● **What you will do**
Please copy each line of the data that includes the string "presented".

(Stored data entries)
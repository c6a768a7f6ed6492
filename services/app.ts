import { createHash, randomUUID, timingSafeEqual } from 'node:crypto';
import cors from '@fastify/cors';
import helmet from '@fastify/helmet';
import rateLimit from '@fastify/rate-limit';
import swagger from '@fastify/swagger';
import underPressure from '@fastify/under-pressure';
import Fastify, {
  type FastifyInstance,
  type FastifyReply,
  type FastifyRequest,
  type FastifyServerOptions,
} from 'fastify';
import {
  jsonSchemaTransform,
  jsonSchemaTransformObject,
  serializerCompiler,
  validatorCompiler,
} from 'fastify-type-provider-zod';
import mercurius from 'mercurius';
import { type Config, DEFAULT_CONFIG } from './config.js';
import { PROBLEM_DESCRIPTIONS, problemType, sendProblem, toProblem } from './errors.js';
import { resolvers } from './graphql/resolvers.js';
import { typeDefs } from './graphql/schema.js';
import { createMetrics, type Metrics } from './metrics.js';
import { openapiInfo } from './openapi-info.js';
import { PAGE } from './page/index.js';
import { createPool, type Pool } from './pool.js';
import { batchRoutes, NDJSON } from './rest/batch.js';
import { checkRoutes } from './rest/checks.js';
import { fitRoutes } from './rest/fits.js';
import { peakRoutes } from './rest/peaks.js';
import { reportRoutes } from './rest/reports.js';
import { speciesRoutes } from './rest/species.js';
import { CSV_TYPES, JCAMP_TYPES, textBodyToJson } from './text-bodies.js';

/** Deepest JSON nesting accepted; the contract's bodies need 4 levels. */
export const MAX_JSON_DEPTH = 32;

export interface AppOptions {
  readonly config?: Config;
  readonly logger?: FastifyServerOptions['logger'];
}

export interface AppState {
  /** False once shutdown has begun: /readyz then answers 503 so that load balancers stop sending work. */
  ready: boolean;
}

declare module 'fastify' {
  interface FastifyInstance {
    appState: AppState;
    pool: Pool;
    metrics: Metrics;
  }
}

/** Constant-time comparison of a presented key with the configured ones (SHA-256 digests of equal length). */
function keyMatches(presented: string, keys: readonly Buffer[]): boolean {
  const digest = createHash('sha256').update(presented).digest();
  let ok = false;
  for (const k of keys) ok = timingSafeEqual(digest, k) || ok;
  return ok;
}

function jsonDepth(value: unknown): number {
  let max = 0;
  const stack: [unknown, number][] = [[value, 1]];
  while (stack.length > 0) {
    const [v, d] = stack.pop() as [unknown, number];
    if (v === null || typeof v !== 'object') continue;
    if (d > max) max = d;
    if (max > MAX_JSON_DEPTH) return max;
    for (const x of Array.isArray(v) ? v : Object.values(v as object)) stack.push([x, d + 1]);
  }
  return max;
}

/**
 * The application as a plugin-style factory: tests build it and call `inject` without a port; server.ts listens.
 * @see https://fastify.dev/docs/latest/Reference/Server/
 */
export async function buildApp(options: AppOptions = {}): Promise<FastifyInstance> {
  const config = options.config ?? DEFAULT_CONFIG;
  const app = Fastify({
    logger: options.logger ?? false,
    bodyLimit: config.bodyLimit,
    onProtoPoisoning: 'error',
    onConstructorPoisoning: 'error',
    requestIdHeader: 'x-request-id',
    genReqId: () => randomUUID(),
    ajv: { customOptions: { strict: false } },
    requestTimeout: config.requestTimeoutMs,
  });
  app.decorate('appState', { ready: true });
  app.decorate('pool', createPool(config));
  app.decorate('metrics', createMetrics());
  app.addHook('onClose', async () => {
    await app.pool.close();
  });

  // Security headers. The page and the report carry inline scripts and styles of their own, nothing external.
  await app.register(helmet, {
    contentSecurityPolicy: {
      directives: {
        defaultSrc: ["'self'"],
        scriptSrc: ["'self'", "'unsafe-inline'"],
        styleSrc: ["'self'", "'unsafe-inline'"],
        imgSrc: ["'self'", 'data:'],
        frameSrc: ["'self'"],
        objectSrc: ["'none'"],
        baseUri: ["'none'"],
        frameAncestors: ["'self'"],
      },
    },
  });
  // CORS is closed unless origins are allowed explicitly.
  await app.register(cors, { origin: config.corsOrigins.length > 0 ? [...config.corsOrigins] : false });

  // Optional bearer authentication on the work routes; probes, metrics, the page and the document stay open.
  const keyDigests = config.apiKeys.map((k) => createHash('sha256').update(k).digest());
  const open = (url: string) => !url.startsWith('/v1/') && !url.startsWith('/graphql');
  if (keyDigests.length > 0) {
    app.addHook('onRequest', async (request, reply) => {
      if (open(request.url)) return;
      const h = request.headers.authorization ?? '';
      const m = /^Bearer\s+(\S+)$/i.exec(h);
      if (!m || !keyMatches(m[1] as string, keyDigests)) {
        reply.header('www-authenticate', 'Bearer realm="branchwise"');
        return sendProblem(reply, {
          type: problemType('UNAUTHORIZED'),
          title: 'Authentication required',
          status: 401,
          detail: 'send a valid API key as "Authorization: Bearer <key>"',
          instance: request.url,
          code: 'UNAUTHORIZED',
        });
      }
    });
  }
  if (config.rateLimitPerMinute > 0) {
    await app.register(rateLimit, {
      max: config.rateLimitPerMinute,
      timeWindow: '1 minute',
      allowList: (req) => open(req.url),
      // Per API key when one is sent (hashed, never logged), else per address.
      keyGenerator: (req) => {
        const h = req.headers.authorization;
        return h ? createHash('sha256').update(h).digest('hex').slice(0, 16) : req.ip;
      },
      errorResponseBuilder: (req, ctx) => ({
        type: problemType('RATE_LIMITED'),
        title: 'Too many requests',
        status: 429,
        statusCode: 429,
        detail: `more than ${ctx.max} requests a minute; retry in ${Math.ceil(ctx.ttl / 1000)} s`,
        instance: req.url,
        code: 'RATE_LIMITED',
      }),
    });
  }
  if (config.maxEventLoopDelayMs > 0 || config.maxHeapUsedBytes > 0) {
    await app.register(underPressure, {
      ...(config.maxEventLoopDelayMs > 0 ? { maxEventLoopDelay: config.maxEventLoopDelayMs } : {}),
      ...(config.maxHeapUsedBytes > 0 ? { maxHeapUsedBytes: config.maxHeapUsedBytes } : {}),
      sampleInterval: 50,
      retryAfter: 10,
      exposeStatusRoute: false,
      // Probes and metrics keep answering under pressure (a busy instance is not a dead one); work is shed.
      pressureHandler: ((req: FastifyRequest, reply: FastifyReply, type: string, value: number | undefined) => {
        if (open(req.url)) return undefined;
        reply.status(503).header('retry-after', '10').type('application/problem+json');
        return {
          type: problemType('OVERLOADED'),
          title: 'Service overloaded',
          status: 503,
          detail: `the service is shedding load (${type}${value !== undefined ? ` ${Math.round(Number(value))}` : ''}); retry in 10 s`,
          instance: req.url,
          code: 'OVERLOADED',
        };
      }) as never,
    });
  }

  // Request metrics by route template (bounded labels).
  app.addHook('onResponse', async (request, reply) => {
    app.metrics.requestDuration
      .labels(request.routeOptions.url ?? 'unmatched', request.method, `${Math.floor(reply.statusCode / 100)}xx`)
      .observe(reply.elapsedTime / 1000);
  });

  // JSON with a nesting limit: fastify's secure parser (prototype poisoning refused), then an iterative depth check.
  const defaultJson = app.getDefaultJsonParser('error', 'error');
  app.addContentTypeParser('application/json', { parseAs: 'string' }, (req, body, done) => {
    defaultJson(req, body as string, (err: Error | null, parsed?: unknown) => {
      if (err) return done(err, undefined);
      if (jsonDepth(parsed) > MAX_JSON_DEPTH) {
        const e = Object.assign(new Error(`JSON nested deeper than ${MAX_JSON_DEPTH} levels`), { statusCode: 400 });
        return done(e, undefined);
      }
      done(null, parsed);
    });
  });

  // JCAMP-DX and CSV bodies become the JSON body of the same endpoint (query string: species, temperature).
  app.addContentTypeParser([...JCAMP_TYPES, ...CSV_TYPES], { parseAs: 'string' }, (req, body, done) => {
    try {
      done(
        null,
        textBodyToJson(String(req.headers['content-type'] ?? ''), body as string, req.query as Record<string, unknown>),
      );
    } catch (e) {
      done(e as Error, undefined);
    }
  });

  // NDJSON batches are read as a stream by their route, line by line.
  app.addContentTypeParser(NDJSON, (_req, payload, done) => done(null, payload));

  app.addHook('onSend', async (request, reply) => {
    reply.header('x-request-id', request.id);
  });

  app.setErrorHandler((error, request, reply) => {
    const p = toProblem(error, request);
    if (p.status >= 500) request.log.error({ err: error }, 'request failed');
    else request.log.info({ code: p.code, status: p.status }, 'request refused');
    return sendProblem(reply, p);
  });
  app.setNotFoundHandler((request, reply) =>
    sendProblem(reply, {
      type: problemType('NOT_FOUND'),
      title: 'Not found',
      status: 404,
      detail: `no route ${request.method} ${request.url.split('?')[0]}`,
      instance: request.url,
      code: 'NOT_FOUND',
    }),
  );

  await app.register(swagger, {
    openapi: openapiInfo,
    // Only zod-described routes belong in the document (STACK.md G4: the transform throws on others).
    transform: (d) => {
      const s = d.schema as Record<string, unknown> | undefined;
      const zodDescribed = s?.body !== undefined || s?.params !== undefined || s?.response !== undefined;
      const isZod = (x: unknown) => typeof x === 'object' && x !== null && '_zod' in x;
      if (
        !s ||
        s.hide ||
        !zodDescribed ||
        ![s.body, s.params, s.querystring].every((x) => x === undefined || isZod(x))
      ) {
        return { schema: { hide: true }, url: d.url };
      }
      return jsonSchemaTransform(d);
    },
    transformObject: jsonSchemaTransformObject,
  });

  app.get('/', { schema: { hide: true } }, async (_req, reply) => reply.type('text/html; charset=utf-8').send(PAGE));
  app.get('/healthz', { schema: { hide: true } }, async () => ({ status: 'ok' }));
  app.get('/readyz', { schema: { hide: true } }, async (_req, reply) => {
    if (!app.appState.ready) return reply.status(503).send({ status: 'shutting down' });
    return { status: 'ready' };
  });
  app.get('/openapi.json', { schema: { hide: true } }, async () => app.swagger());
  app.get('/metrics', { schema: { hide: true } }, async (_req, reply) =>
    reply.type(app.metrics.registry.contentType).send(await app.metrics.registry.metrics()),
  );
  app.get<{ Params: { slug: string } }>('/problems/:slug', { schema: { hide: true } }, async (req, reply) => {
    const text = PROBLEM_DESCRIPTIONS[req.params.slug];
    if (!text) return reply.callNotFound();
    return reply.type('text/plain; charset=utf-8').send(`${req.params.slug}: ${text}\n`);
  });

  // The zod-validated REST routes live in their own encapsulated scope (STACK.md G3).
  await app.register(
    async (scope) => {
      scope.setValidatorCompiler(validatorCompiler);
      scope.setSerializerCompiler(serializerCompiler);
      await scope.register(fitRoutes(config));
      await scope.register(checkRoutes(config));
      await scope.register(peakRoutes(config));
      await scope.register(reportRoutes(config));
      await scope.register(batchRoutes(config));
      await scope.register(speciesRoutes);
    },
    { prefix: '/v1' },
  );

  // GraphQL: depth-limited, no batching, bounded query text.
  app.addHook('preValidation', async (request, reply) => {
    if (!request.url.startsWith('/graphql') || request.method !== 'POST') return;
    const body = request.body as { query?: unknown } | unknown[] | undefined;
    const text = Array.isArray(body) ? '' : typeof body?.query === 'string' ? body.query : '';
    if (Array.isArray(body) || text.length > 20_000) {
      return sendProblem(reply, {
        type: problemType('GRAPHQL_REFUSED'),
        title: 'GraphQL request refused',
        status: 400,
        detail: Array.isArray(body)
          ? 'batched queries are not accepted'
          : 'the query text is longer than 20 000 characters',
        instance: request.url,
        code: 'GRAPHQL_REFUSED',
      });
    }
  });
  await app.register(mercurius, {
    schema: typeDefs,
    resolvers: resolvers(config, app) as never,
    graphiql: false,
    queryDepth: 12,
    allowBatchedQueries: false,
  });

  return app;
}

● **Solution below**
/** Constant-time comparison of a presented key with the configured ones (SHA-256 digests of equal length). */
function keyMatches(presented: string, keys: readonly Buffer[]): boolean {
  const digest = createHash('sha256').update(presented).digest();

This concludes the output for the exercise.